Bliss and Vaynor were watching on the telly up in CID. Maybe Danni had guessed they were there; everybody must’ve seen a reality TV cop show. If only they knew how often the system broke down.

Danni, dark hair, small but pulpy lips, was wearing a short purple leather jacket to match the gemstone in her nose. She seemed well up for the experience, taking in what few features the interview room possessed, eyeing the recording equipment.

‘Don’t worry, I’m not recording this,’ Karen said. ‘Just trying to establish some background.’

‘I wasn’t worried.’

Danni had a querulous little-girl voice. She’d probably still have it when she was an old woman, Bliss thought, as Karen asked her how she’d got involved with Jaglowski.

Deliberate use of the word involved, provoking the first small sign of alarm.

‘My dad said if I needed a lawyer—’

‘I’d tell you if you needed a lawyer, Danni. I have to.’

Karen in a dark grey woollen top with a pink silk scarf, poshed-up for the murder room. She got Danni talking about her few months with Jag. The weekend in Paris they’d had, staying at his mate’s apartment. He seemed to have mates all over Europe. Karen tried for an address for the Paris flat, but Danni was hazy on street names.

‘I was just, like, shopping in the daytime, and then we went to some clubs at night? He talked to people in French. I think it was better than his English.’

Cosmopolitan playboy? Bliss thought of the concrete garage on the Rotherwas, the array of bangers on the forecourt.

‘—wasn’t working for him or anything,’ Danni was saying. ‘He had an accountant and a woman in the office for all that. As well as the two mechanics.’

Danni was like between jobs. She’d been a receptionist at the Green Dragon; not clear why she’d left.

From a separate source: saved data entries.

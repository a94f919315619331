"""Weekly arrests of 432 released prisoners (Rossi, Berk and Lenihan 1980; lifelines.datasets.load_rossi) as a panel.

All are released in the same week and followed for 52: what was expected after week 26 is checked against sums over
the raw table and against statsmodels.
"""

from __future__ import annotations

import numpy as np
import pandas as pd
import pytest
import statsmodels.api as sm
from lifelines.datasets import load_rossi

from stresskit.analyses.ask import analyse
from stresskit.runs.records import Analysis
from stresskit.spec.backtest import Backtest
from tests.analyses.world import setting_of

STUDY = """\
study: recidivism
frequency: month                # a week of the data stands in a month of the calendar
as_of: 2004-04
loans:
  file: nothing.csv
  layout: panel
  columns: {loan: person, period: week, origination: released, maturity: ends, balance: owed}
  outcome: {column: state, default: [A]}
  counter_starts: 2000-01
  assume: {rate: 0.0}
  segments: [fin]
  static: [prio]
hazards:
  default:
    link: logit
    terms:
      - {age: linear}
      - {loan: prio}
      - {loan: fin, as: category, reference: "0"}
loss:
  lgd: {constant: 0.5}
  discount: none
scenarios: [plain.yaml]
"""
HALF = "2002-02"  # week 26


def weeks() -> pd.DataFrame:
    """A row per person and week under observation."""
    raw = load_rossi().reset_index(names="person")
    rows = raw.loc[raw.index.repeat(raw["week"])].copy()
    rows["now"] = rows.groupby("person").cumcount() + 1
    arrested = (rows["now"] == rows["week"]) & (rows["arrest"] == 1)
    return pd.DataFrame(
        {
            "person": "P" + rows["person"].astype(str).str.zfill(3), "week": rows["now"], "released": 1, "ends": 60, "owed": 1.0,
            "state": np.where(arrested, "A", "C"), "fin": rows["fin"].astype(str), "prio": rows["prio"],
        }
    )  # fmt: skip


def design(rows: pd.DataFrame) -> pd.DataFrame:
    columns = {"one": 1.0, "week": rows["week"], "prio": rows["prio"], "fin": (rows["fin"] == "1") * 1.0}
    return pd.DataFrame(columns).astype(float)


@pytest.fixture(scope="module")
def found(tmp_path_factory: pytest.TempPathFactory) -> Analysis:
    folder = tmp_path_factory.mktemp("rossi")
    (folder / "study.yaml").write_text(STUDY)
    (folder / "plain.yaml").write_text("scenario: plain\nstarts: 2004-05\n")
    return analyse(setting_of(folder / "study.yaml", loans=weeks()), "backtest", Backtest(cutoffs=(HALF,)))


def test_actual_and_expected_after_half_a_year(found: Analysis) -> None:
    rows = weeks()
    early, late = rows[rows["week"] <= 26], rows[rows["week"] > 26]
    fit = sm.Logit((early["state"] == "A") * 1.0, design(early)).fit(disp=0)
    # ages past the last one that was seen keep its value: half a year is all that was known
    p = np.asarray(fit.predict(design(late.assign(week=26))))
    totals = found.table("totals").iloc[0]
    assert totals["defaults"] == (late["state"] == "A").sum() == 60
    assert totals["expected"] == pytest.approx(p.sum(), rel=1e-6)
    arrested = (late["state"] == "A").to_numpy()
    score = found.table("scores").set_index("said_by").loc["model", "log_score"]
    assert score == pytest.approx(np.where(arrested, np.log(p), np.log1p(-p)).mean(), rel=1e-6)
    rate = ((early["state"] == "A").groupby(early["fin"]).sum() + 0.5) / (early.groupby("fin").size() + 1.0)
    flat = found.table("scores").set_index("said_by").loc["flat rate", "expected"]
    assert flat == pytest.approx(float((late.groupby("fin").size() * rate).sum()), rel=1e-9)


def test_without_losses_from_sight_the_incidence_is_the_plain_share(found: Analysis) -> None:
    raw = load_rossi()
    left = raw["week"] > 26
    row = found.table("summary").iloc[0]
    assert row["loans"] == left.sum()
    assert row["pd_actual"] == pytest.approx(raw.loc[left, "arrest"].mean(), rel=1e-12)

‘Danni,’ Karen said very softly, ‘I should tell you that we’ve found evidence which, if Jag was still alive, could have put him in prison for several years. Do you know what I’m talking about?’

There was to be no mention of the Makarovs in the inspection pit unless Danni revealed some knowledge of them.

She was shaking her head, rapidly.

‘No. No, really, I don’t know anything about whatever it is. He never talked about his business.’

‘What did you think his business was, then?’

‘Cars? He was getting me a top-of-the-range Cooper.’

‘Nothing exactly top-of-the-range on his forecourt,’ Bliss said to Vaynor.

‘What about his friends?’ Karen said. ‘Did you meet his friends?’

‘Some of them. They were OK. Nice. Fun. Some of them.’

‘Men? Women?’

‘Both. Mainly men.’

‘You recall any names?’

‘Yeah. I think. One of them runs a bar in town. Thomas? That’s spelt in Polish. Probably with Zs everywhere.’

‘Were they all Polish, his friends?’

‘Dunno, they always spoke English in front of me. I don’t really know a Polish accent from whatever, but they were always really, you know, polite. Like, you could tell it was hard for some of them, speaking English, but they did their best when I was there.’

‘Just like I’m sure they all will when we talk to them,’ Bliss said.

He watched Karen bringing out a fresh pad and a pen, sliding them to the middle of the table.

‘Danni, I’m going to ask you to write down for me as many names as you can remember.’

‘They’re all Polish!’

‘Write it down phonetically. How they sounded. We’ll work it out. But we’ll leave that for now. What about his brother? Lech.’

‘Well he’s away.’

‘He’s in prison, Danni.’

‘Yeah.’

‘Do you know why he’s in prison?’

‘Cigarette smuggling, that’s all. It was like a really stiff sentence? Especially when all he was doing was trying to help some friends.’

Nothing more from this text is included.